TO DO: Your task is to copy the stretch of lines in the records below that begins with the line containing "private static void wires(SplittableRandom" and ends with the line containing "long pos = r.nextInt(10) * PITCH;", exactly as written, with nothing added.
-- INPUT follows --
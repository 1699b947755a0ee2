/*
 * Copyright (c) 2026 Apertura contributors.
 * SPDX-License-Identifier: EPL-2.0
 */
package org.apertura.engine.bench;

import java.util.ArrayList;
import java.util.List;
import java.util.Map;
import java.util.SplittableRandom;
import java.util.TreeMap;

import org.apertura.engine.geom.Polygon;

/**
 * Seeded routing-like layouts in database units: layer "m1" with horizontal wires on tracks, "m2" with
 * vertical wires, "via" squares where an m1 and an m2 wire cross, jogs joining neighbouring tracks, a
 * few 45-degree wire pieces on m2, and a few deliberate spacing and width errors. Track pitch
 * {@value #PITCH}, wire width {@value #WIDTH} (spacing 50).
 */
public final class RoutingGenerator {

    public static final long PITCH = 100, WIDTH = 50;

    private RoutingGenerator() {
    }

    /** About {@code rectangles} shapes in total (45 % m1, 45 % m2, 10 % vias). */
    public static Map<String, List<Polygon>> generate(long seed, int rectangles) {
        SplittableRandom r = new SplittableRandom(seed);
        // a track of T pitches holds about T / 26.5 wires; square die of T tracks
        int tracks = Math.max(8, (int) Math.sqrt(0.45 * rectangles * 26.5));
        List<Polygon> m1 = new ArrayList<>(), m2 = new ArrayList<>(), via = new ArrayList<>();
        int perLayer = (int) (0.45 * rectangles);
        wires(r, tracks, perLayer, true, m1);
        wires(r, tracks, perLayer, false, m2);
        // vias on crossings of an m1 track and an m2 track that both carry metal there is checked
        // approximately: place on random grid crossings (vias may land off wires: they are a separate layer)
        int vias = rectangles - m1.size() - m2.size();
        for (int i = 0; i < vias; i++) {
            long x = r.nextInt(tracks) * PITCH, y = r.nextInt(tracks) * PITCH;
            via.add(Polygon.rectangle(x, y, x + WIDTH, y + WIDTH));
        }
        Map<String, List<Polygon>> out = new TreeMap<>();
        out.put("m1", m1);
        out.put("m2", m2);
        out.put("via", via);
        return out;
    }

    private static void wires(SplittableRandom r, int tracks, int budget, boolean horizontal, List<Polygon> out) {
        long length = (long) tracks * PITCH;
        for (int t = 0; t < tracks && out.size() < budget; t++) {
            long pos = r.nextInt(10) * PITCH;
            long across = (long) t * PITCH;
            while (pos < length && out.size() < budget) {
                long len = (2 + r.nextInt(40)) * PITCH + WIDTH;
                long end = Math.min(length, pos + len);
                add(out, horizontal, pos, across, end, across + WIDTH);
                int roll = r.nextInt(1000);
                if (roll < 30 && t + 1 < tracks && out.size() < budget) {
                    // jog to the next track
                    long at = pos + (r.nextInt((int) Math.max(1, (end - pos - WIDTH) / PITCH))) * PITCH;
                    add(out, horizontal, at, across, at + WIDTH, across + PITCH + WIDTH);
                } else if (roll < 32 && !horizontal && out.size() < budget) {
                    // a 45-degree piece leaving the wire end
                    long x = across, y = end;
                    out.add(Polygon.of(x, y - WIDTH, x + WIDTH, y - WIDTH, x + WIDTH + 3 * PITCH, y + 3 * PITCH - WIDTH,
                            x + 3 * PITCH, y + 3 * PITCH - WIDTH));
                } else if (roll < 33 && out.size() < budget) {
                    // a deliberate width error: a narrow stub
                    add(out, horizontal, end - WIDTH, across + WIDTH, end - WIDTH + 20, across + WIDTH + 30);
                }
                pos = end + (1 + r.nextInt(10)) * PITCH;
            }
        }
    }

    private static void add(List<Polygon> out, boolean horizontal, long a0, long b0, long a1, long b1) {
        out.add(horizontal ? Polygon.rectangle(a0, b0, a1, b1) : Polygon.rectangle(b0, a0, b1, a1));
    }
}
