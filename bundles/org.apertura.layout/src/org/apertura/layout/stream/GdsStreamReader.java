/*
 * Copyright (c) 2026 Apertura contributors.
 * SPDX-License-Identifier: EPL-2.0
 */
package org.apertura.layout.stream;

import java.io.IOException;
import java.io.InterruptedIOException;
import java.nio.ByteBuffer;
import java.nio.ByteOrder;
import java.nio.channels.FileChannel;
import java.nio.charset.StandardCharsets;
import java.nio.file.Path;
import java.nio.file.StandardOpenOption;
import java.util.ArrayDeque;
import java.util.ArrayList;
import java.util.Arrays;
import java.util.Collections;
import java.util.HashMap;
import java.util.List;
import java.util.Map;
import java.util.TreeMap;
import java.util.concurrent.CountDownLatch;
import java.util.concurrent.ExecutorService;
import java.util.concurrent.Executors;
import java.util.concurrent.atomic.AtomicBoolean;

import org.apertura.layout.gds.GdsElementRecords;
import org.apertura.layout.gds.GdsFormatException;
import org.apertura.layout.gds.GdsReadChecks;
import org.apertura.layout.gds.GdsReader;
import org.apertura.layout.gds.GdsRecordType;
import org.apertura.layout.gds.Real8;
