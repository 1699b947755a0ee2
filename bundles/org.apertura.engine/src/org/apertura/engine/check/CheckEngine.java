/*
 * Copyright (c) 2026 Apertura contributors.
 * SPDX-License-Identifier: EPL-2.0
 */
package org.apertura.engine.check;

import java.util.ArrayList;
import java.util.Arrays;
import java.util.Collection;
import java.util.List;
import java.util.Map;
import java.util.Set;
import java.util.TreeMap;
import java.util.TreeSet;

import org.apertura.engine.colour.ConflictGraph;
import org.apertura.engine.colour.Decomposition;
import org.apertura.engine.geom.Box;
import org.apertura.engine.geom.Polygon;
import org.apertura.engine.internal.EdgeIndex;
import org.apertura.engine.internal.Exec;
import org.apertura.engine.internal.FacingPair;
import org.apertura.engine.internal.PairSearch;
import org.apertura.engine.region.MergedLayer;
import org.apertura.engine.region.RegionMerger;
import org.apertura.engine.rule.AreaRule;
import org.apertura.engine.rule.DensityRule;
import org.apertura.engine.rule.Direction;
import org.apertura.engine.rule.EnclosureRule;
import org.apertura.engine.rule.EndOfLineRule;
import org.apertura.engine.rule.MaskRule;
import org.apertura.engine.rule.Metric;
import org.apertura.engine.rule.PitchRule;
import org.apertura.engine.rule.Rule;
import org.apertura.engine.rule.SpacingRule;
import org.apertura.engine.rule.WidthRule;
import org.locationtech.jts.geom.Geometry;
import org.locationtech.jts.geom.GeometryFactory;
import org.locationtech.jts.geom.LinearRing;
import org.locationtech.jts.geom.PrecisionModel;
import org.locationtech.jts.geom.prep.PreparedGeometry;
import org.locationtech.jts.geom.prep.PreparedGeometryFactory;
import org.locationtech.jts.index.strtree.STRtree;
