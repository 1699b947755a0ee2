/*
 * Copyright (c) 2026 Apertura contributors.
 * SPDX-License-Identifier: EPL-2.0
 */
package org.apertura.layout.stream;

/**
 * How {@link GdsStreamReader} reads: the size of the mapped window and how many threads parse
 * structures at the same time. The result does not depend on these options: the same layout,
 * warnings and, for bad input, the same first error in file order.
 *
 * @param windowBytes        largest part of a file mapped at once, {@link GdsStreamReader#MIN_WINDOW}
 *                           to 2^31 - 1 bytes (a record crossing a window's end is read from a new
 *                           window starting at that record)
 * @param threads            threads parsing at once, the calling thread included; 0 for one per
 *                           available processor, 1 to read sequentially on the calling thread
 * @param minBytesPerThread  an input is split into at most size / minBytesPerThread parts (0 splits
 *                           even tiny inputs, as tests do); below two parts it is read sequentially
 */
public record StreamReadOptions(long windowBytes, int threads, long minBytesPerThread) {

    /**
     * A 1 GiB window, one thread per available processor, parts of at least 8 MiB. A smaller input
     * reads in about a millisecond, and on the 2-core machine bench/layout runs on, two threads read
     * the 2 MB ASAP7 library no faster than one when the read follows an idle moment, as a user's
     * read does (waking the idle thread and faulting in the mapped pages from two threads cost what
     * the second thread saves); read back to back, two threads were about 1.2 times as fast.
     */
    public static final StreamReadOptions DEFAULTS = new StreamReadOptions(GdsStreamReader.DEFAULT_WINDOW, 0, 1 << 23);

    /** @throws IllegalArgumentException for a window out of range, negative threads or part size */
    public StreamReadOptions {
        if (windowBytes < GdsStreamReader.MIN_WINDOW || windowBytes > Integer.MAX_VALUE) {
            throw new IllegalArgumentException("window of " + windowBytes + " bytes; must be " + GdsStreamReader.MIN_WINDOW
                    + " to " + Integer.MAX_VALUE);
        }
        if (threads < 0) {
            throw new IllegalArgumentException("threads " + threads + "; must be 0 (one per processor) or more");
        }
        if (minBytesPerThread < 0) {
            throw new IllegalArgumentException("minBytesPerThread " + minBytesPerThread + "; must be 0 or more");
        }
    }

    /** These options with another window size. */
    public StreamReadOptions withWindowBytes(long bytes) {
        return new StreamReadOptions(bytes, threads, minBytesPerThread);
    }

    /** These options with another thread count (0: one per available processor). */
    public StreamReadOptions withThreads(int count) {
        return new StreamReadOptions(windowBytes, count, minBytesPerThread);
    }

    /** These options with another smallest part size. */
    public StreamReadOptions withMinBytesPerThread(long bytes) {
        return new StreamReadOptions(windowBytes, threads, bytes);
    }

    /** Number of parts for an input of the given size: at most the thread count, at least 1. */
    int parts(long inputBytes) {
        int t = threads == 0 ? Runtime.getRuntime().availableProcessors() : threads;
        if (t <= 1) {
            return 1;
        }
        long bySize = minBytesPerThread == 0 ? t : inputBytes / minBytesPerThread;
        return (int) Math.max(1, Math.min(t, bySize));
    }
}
-- INPUT concluded --
SOLUTION TO THIS EXERCISE:
    private static void wires(SplittableRandom r, int tracks, int budget, boolean horizontal, List<Polygon> out) {
        long length = (long) tracks * PITCH;
        for (int t = 0; t < tracks && out.size() < budget; t++) {
            long pos = r.nextInt(10) * PITCH;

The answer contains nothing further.